UC Davis

In the past decades, a variety of accurate and reliable analytical technologies have been developed for the quantitative measurements of target analytes (e.g., proteins, metabolites, nucleic acids, unnatured drugs) in biological samples. Nowadays, the new era of personalized medicine and healthcare intelligence is further promoting the development of analytical technologies, especially calling for the replacement of traditional manual analysis with automated and high-throughput machine operations. The emerging field of microfluidics offers a potential solution to miniaturizing and automating traditional analytical methods, where frequently repeated liquid handling operations (e.g., metering, mixing, extraction) can be programmed and processed on a microfluidic device. However, laboratory automation of these delicate devices is hampered by a lack of world-to-chip interfaces and the complexity of external infrastructure settings.

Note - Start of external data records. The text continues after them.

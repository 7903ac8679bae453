package gen

import (
	"math"
	"slices"

	"pgregory.net/rapid"
	"qcheck.dev/qcheck/circuit"
)

// Circuit returns a generator of random circuits configured by opts (see
// Options; the zero value is useful). Gates, operands and angles are drawn
// so that a failing circuit shrinks toward fewer ops, lower qubit indices,
// gates listed earlier in the set and special angles (Angle): ops are
// removed one at a time or cut from the end, a motif collapses to a single
// op, and each choice moves toward its first option.
//
// Every drawn circuit passes Validate. If opts are impossible (an unknown
// gate name, a gate wider than the register, MinOps > MaxOps, all weights
// zero), every draw fails the test with an error naming the field at fault.
func Circuit(opts Options) *rapid.Generator[*circuit.Circuit] {
	p, err := opts.resolve()
	if err != nil {
		return failing[*circuit.Circuit](err)
	}
	return rapid.Custom(p.draw)
}

// draw draws one circuit: a sequence of chunks, each a single op or a motif,
// each its own rapid group so that the shrinker can delete it whole.
func (p *plan) draw(t *rapid.T) *circuit.Circuit {
	b := &building{plan: p, c: circuit.New(p.qubits)}
	b.c.Ops = make([]circuit.Op, 0, p.maxOps)
	chunk := rapid.Custom(func(t *rapid.T) bool { return b.chunk(t) })
	b.extra = rapid.Custom(func(t *rapid.T) extraOp { return b.drawExtra(t) })
	for len(b.c.Ops) < p.maxOps && chunk.Draw(t, "chunk") {
	}
	return b.c
}

// building is the state of one draw.
type building struct {
	*plan
	c *circuit.Circuit

	// extra draws one op of a chunk, behind its "go on" mark, as its own
	// rapid group, so that the shrinker can delete any op of a motif.
	extra *rapid.Generator[extraOp]
	// first, pool and pick say what the op being drawn may be: the chunk's
	// first op (drawn whatever its mark says), its qubits (nil: any) and its
	// gates' weights (nil: no more ops in this chunk).
	first bool
	pool  []int
	pick  []int
	// touch holds the qubits of a sandwich's or a commuting run's first op,
	// which the ops after it share: diagonal gates on disjoint qubits commute
	// trivially, and only those that overlap test a pass's reordering and
	// merging of them. Nil in other chunks.
	touch []int
	// touchChoice is the choice of the op whose qubits touch holds, or −1.
	touchChoice int
}

// extraOp is one op of a chunk, or the mark that ends the chunk.
type extraOp struct {
	op     circuit.Op
	choice int
	more   bool
}

// Kinds of chunk, in shrinking order.
const (
	chunkOp       = iota // one op
	chunkSameRun         // ops confined to the qubits of the first
	chunkSandwich        // an op, then ops on its qubits or elsewhere, each followed by the op again
	chunkCommute         // diagonal gates, which all commute
	chunkRepeat          // a block of ops written twice or three times
	chunkPattern         // a textbook identity's left-hand side, or a near miss of it
	chunkKinds
)

// Forms in which a sandwich repeats its first op, in shrinking order.
const (
	formSame     = iota // the same op
	formInverse         // its inverse, when the set has it
	formReversed        // the same gate on its qubits in reverse order
	formSibling         // another gate of the same width on the same qubits
	formToTwoPi         // the same gate with angles 2π − θ: the two add up to 2π
	formToPi            // the same gate with angles π − θ
	formKinds
)

// maxMotif is the most ops a motif draws (before repetition or the closing
// inverse).
const maxMotif = 5

// chunk draws whether to go on and, if so, the next chunk. The stop mark
// comes first so that deleting a chunk's group deletes its mark too, and a
// mark shrunk to 0 cuts the circuit there. Stopping with probability
// 1/(remaining+1) spreads lengths evenly over [MinOps, MaxOps] when every
// chunk is one op.
//
// Every chunk but a pattern has the same shape whatever its kind: kind, a
// repeat count, a form and a sibling gate, then its ops, each drawn as its
// own group behind a "go on" mark (see drawExtra), and a final mark. A plain
// op reads that final mark and ignores it. So shrinking deletes any op of a
// motif, the first included, and once one op is left, lowering the kind to
// chunkOp keeps every later draw aligned: the motif becomes a plain op.
func (b *building) chunk(t *rapid.T) bool {
	n := len(b.c.Ops)
	stop := drawBelow(t, b.stopRange(b.maxOps-n)) == 0
	if stop && n >= b.minOps {
		return false
	}
	kind := drawWeighted(t, b.chunkWeights)
	if kind == chunkPattern {
		b.add(b.drawPattern(t)...)
		return true
	}
	times := 2 + drawBelow(t, 2)
	form := drawBelow(t, formKinds)
	sibling := 8*drawBelow(t, 8) + drawBelow(t, 8)
	b.first, b.pool, b.pick, b.touch, b.touchChoice = true, nil, b.weights, nil, -1
	if kind == chunkCommute {
		if diagonal := b.diagonal(); diagonal != nil {
			b.pick = diagonal
		} else {
			kind = chunkOp
		}
	}
	var ops []circuit.Op
	var first circuit.Op
	firstChoice := -1
	for len(ops) < maxMotif {
		e := b.extra.Draw(t, "op")
		if !b.first && !e.more {
			break
		}
		ops = append(ops, e.op)
		if b.first {
			b.first, firstChoice, first = false, e.choice, e.op
			b.pool, b.pick = b.extrasFor(kind, e.choice, e.op)
			if kind == chunkSandwich || kind == chunkCommute {
				b.touch, b.touchChoice = e.op.Qubits, e.choice
			}
		}
		if kind == chunkSandwich {
			ops = append(ops, b.again(firstChoice, first, form, sibling))
		}
	}
	if kind == chunkRepeat {
		block := ops
		for range times - 1 {
			for _, op := range block {
				ops = append(ops, op.Clone())
			}
		}
	}
	b.add(ops...)
	return true
}

// stopRange returns the range of the stop mark with room for left more ops:
// left+1 without motifs, so that lengths are even over [MinOps, MaxOps];
// 2·left+1 with them, which leans lengths toward MaxOps, where more
// structure fits (a failure still shrinks to the shortest circuit).
func (b *building) stopRange(left int) int {
	if b.motifs {
		return 2*left + 1
	}
	return left + 1
}

// again returns the sandwich's first op, choice i of the set, written again
// in the given form; for formSibling, sibling (below 64, drawn whatever the
// first op so that the draws after it keep their meaning when shrinking
// changes it, and as six bits, which rapid shrinks fast) picks by weight,
// modulo their total, the gate of the same width written instead.
func (b *building) again(i int, op circuit.Op, form, sibling int) circuit.Op {
	out := op.Clone()
	switch form {
	case formInverse:
		if j := b.choices[i].inverse; j >= 0 {
			inv := op.Gate.Inverse()
			if inv.IsCustom() {
				inv = b.choices[j].gate
			}
			out.Gate = inv
		}
	case formReversed:
		slices.Reverse(out.Qubits)
	case formSibling:
		w := b.fitting(len(op.Qubits))
		total := 0
		for j, ch := range b.choices {
			if ch.qubits != len(op.Qubits) {
				w[j] = 0
			}
			total += w[j]
		}
		r := sibling % total // the first op's own gate has width len(op.Qubits): total > 0
		j := 0
		for ; r >= w[j]; j++ {
			r -= w[j]
		}
		ch := b.choices[j]
		out.Gate = ch.gate
		if ch.params > 0 {
			out.Gate.Params = make([]float64, ch.params)
			for k := range out.Gate.Params {
				out.Gate.Params[k] = math.Pi / 2
				if len(op.Gate.Params) > 0 {
					out.Gate.Params[k] = op.Gate.Params[k%len(op.Gate.Params)]
				}
			}
		}
	}
	return out
}

// extrasFor returns the qubits and gate weights for the ops of a chunk of the
// given kind after its first op.
func (b *building) extrasFor(kind, i int, first circuit.Op) (pool, pick []int) {
	switch kind {
	case chunkSameRun:
		return first.Qubits, b.sameWidth(len(first.Qubits))
	case chunkSandwich:
		return nil, b.roleDependent(i, b.otherWidth(len(first.Qubits)))
	case chunkCommute:
		return nil, b.diagonalLike(len(first.Qubits))
	case chunkRepeat:
		return nil, b.weights
	}
	return nil, nil // a plain op: no more ops
}

// drawExtra draws a "go on" mark (on with probability 3/4; 0 stops) and then
// one op under the current pool and pick, if this is the chunk's first op or
// the mark is on and the chunk takes more. In a sandwich or a commuting run
// (touch not nil) the op acts elsewhere one time in four; two times in four,
// if it has the first op's width, it acts on the first op's qubits in the
// same order, sharing every role; otherwise it shares one qubit with the
// first op, in a role drawn by role.
func (b *building) drawExtra(t *rapid.T) extraOp {
	more := drawBelow(t, 4) != 0
	if !b.first && (!more || b.pick == nil) {
		return extraOp{}
	}
	i := drawWeighted(t, b.pick)
	if b.touch == nil {
		return extraOp{op: b.op(t, i, b.pool), choice: i, more: more}
	}
	share := drawBelow(t, 4)
	if rest := without(b.touch, b.qubits); share == shareNone && len(rest) >= b.choices[i].qubits {
		return extraOp{op: b.op(t, i, rest), choice: i, more: more}
	}
	op := b.op(t, i, nil)
	if share != shareOne && len(op.Qubits) == len(b.touch) {
		copy(op.Qubits, b.touch)
		return extraOp{op: op, choice: i, more: more}
	}
	pos, shared := b.role(t, i, len(op.Qubits)), b.touch[drawBelow(t, len(b.touch))]
	if k := slices.Index(op.Qubits, shared); k >= 0 {
		op.Qubits[k], op.Qubits[pos] = op.Qubits[pos], op.Qubits[k]
	} else {
		op.Qubits[pos] = shared
	}
	return extraOp{op: op, choice: i, more: more}
}

// role draws the operand of gate i that a sandwich's or commuting run's
// first op shares. After a single-qubit first op, the operands in which it
// does not commute with gate i weigh three times the others: a sandwich
// whose middle blocks its bread is where a wrong commutation rule changes
// the meaning, and a multi-qubit gate usually blocks in some roles only (a
// Pauli X passes a cx on its target, not on its control).
func (b *building) role(t *rapid.T, i, k int) int {
	w := slices.Repeat([]int{1}, k)
	if b.touchChoice >= 0 && b.choices[b.touchChoice].qubits == 1 {
		for pos, blocked := range b.blocks[b.touchChoice][i] {
			if blocked {
				w[pos] = 3
			}
		}
	}
	return drawWeighted(t, w)
}

// How an op of a sandwich or a commuting run shares the first op's qubits,
// in shrinking order; the value 2 too shares all of them.
const (
	shareNone = iota // it acts on other qubits
	shareAll         // it acts on the same qubits, in the same roles
	_
	shareOne // it shares one qubit
)

// roleDependent returns the weights w with those of the gates that single-
// qubit choice i passes in some of their roles and not in others counted
// three times: a commutation rule that forgets to check the role (whether
// the first op sits on a control or a target) is wrong only around such
// gates. w is returned as is after a wider first op.
func (b *building) roleDependent(i int, w []int) []int {
	if b.blocks[i] == nil {
		return w
	}
	for j, bl := range b.blocks[i] {
		if slices.Contains(bl, true) && slices.Contains(bl, false) {
			w[j] *= 3
		}
	}
	return w
}

// otherWidth returns the weights of the gates, those of a width other than k
// counted twice, so that the ops a single-qubit gate is sandwiched
// around are as often multi-qubit gates, in each of their roles, as
// single-qubit ones.
func (b *building) otherWidth(k int) []int {
	w := slices.Clone(b.weights)
	for i, ch := range b.choices {
		if ch.qubits != k {
			w[i] *= 2
		}
	}
	return w
}

// sameWidth returns the weights of the gates that fit on k qubits, those of
// exactly k qubits counted three times, so that a run on the qubits of a
// two-qubit gate holds other two-qubit gates as often as single-qubit ones.
func (b *building) sameWidth(k int) []int {
	w := b.fitting(k)
	for i, ch := range b.choices {
		if w != nil && ch.qubits == k {
			w[i] *= 3
		}
	}
	return w
}

// fitting returns the weights of the gates that fit on k qubits, or nil if
// none does.
func (b *building) fitting(k int) []int {
	w := make([]int, len(b.weights))
	any := false
	for i, ch := range b.choices {
		if ch.qubits <= k && ch.weight > 0 {
			w[i] = ch.weight
			any = true
		}
	}
	if !any {
		return nil
	}
	return w
}

// diagonal returns the weights of the diagonal gates, or nil if there are
// none.
func (b *building) diagonal() []int {
	w := make([]int, len(b.weights))
	any := false
	for i, ch := range b.choices {
		if ch.diagonal && ch.weight > 0 {
			w[i] = ch.weight
			any = true
		}
	}
	if !any {
		return nil
	}
	return w
}

// diagonalLike returns the weights of the diagonal gates, those acting on
// exactly k qubits counted three times, so that a commuting run after a
// two-qubit diagonal gate holds other two-qubit ones (which may land on the
// same pair) as often as single-qubit ones; nil if there are none.
func (b *building) diagonalLike(k int) []int {
	w := b.diagonal()
	for i, ch := range b.choices {
		if w != nil && ch.qubits == k {
			w[i] *= 3
		}
	}
	return w
}

// add appends ops while the circuit has room.
func (b *building) add(ops ...circuit.Op) {
	for _, op := range ops {
		if len(b.c.Ops) == b.maxOps {
			return
		}
		b.c.Ops = append(b.c.Ops, op)
	}
}

// op draws the operands and angles of gate i. With on == nil the operands are
// any distinct qubits; otherwise they are distinct qubits taken from on,
// which must hold at least the gate's arity.
func (b *building) op(t *rapid.T, i int, on []int) circuit.Op {
	ch := &b.choices[i]
	g := ch.gate
	if ch.params > 0 {
		g.Params = make([]float64, ch.params)
		for k := range g.Params {
			g.Params[k] = drawAngle(t)
		}
	}
	return circuit.Op{Gate: g, Qubits: drawDistinct(t, ch.qubits, on, b.qubits)}
}

// drawDistinct draws k distinct qubits, from pool if it is not nil and from
// 0..width−1 otherwise. Each is drawn among those not yet taken, in
// increasing order, so that every choice shrinks toward the lowest free one.
func drawDistinct(t *rapid.T, k int, pool []int, width int) []int {
	out := make([]int, 0, k)
	n := width
	if pool != nil {
		n = len(pool)
	}
	for range k {
		r := drawBelow(t, n-len(out))
		// the r-th index not yet taken
		idx := 0
		for ; ; idx++ {
			taken := false
			for _, o := range out {
				if pick(pool, idx) == o {
					taken = true
					break
				}
			}
			if !taken {
				if r == 0 {
					break
				}
				r--
			}
		}
		out = append(out, pick(pool, idx))
	}
	return out
}

// pick returns pool[i], or i when pool is nil.
func pick(pool []int, i int) int {
	if pool == nil {
		return i
	}
	return pool[i]
}

func contains(s []int, x int) bool {
	for _, y := range s {
		if y == x {
			return true
		}
	}
	return false
}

In this dissertation, we introduced a universal robotic-fluidic interface (RoMI) and modular microfluidic design for fully automated microfluidics in biomedical applications. Our research projects include: 1) establishing and validating the RoMI platform through a droplet dispensing module; 2) developing a multiplexed strategy for protein network studies in vitro using the RoMI platform and a customized droplet dispensing module; 3) developing a human-free sample-to-answer ELISA system using the RoMI platform and a hybrid microfluidic module. With its modular connectivity, high adaptability, and multitasking capacity, RoMI can be used to drive a variety of microfluidic modules in a simply programmable manner with minimal external infrastructure requirements. Overall, the newly developed RoMI has displayed significant promise in promoting the usability and flexibility of microfluidic technology in biomedical analyses, allowing for new opportunities and insights in the next generations of laboratory automation.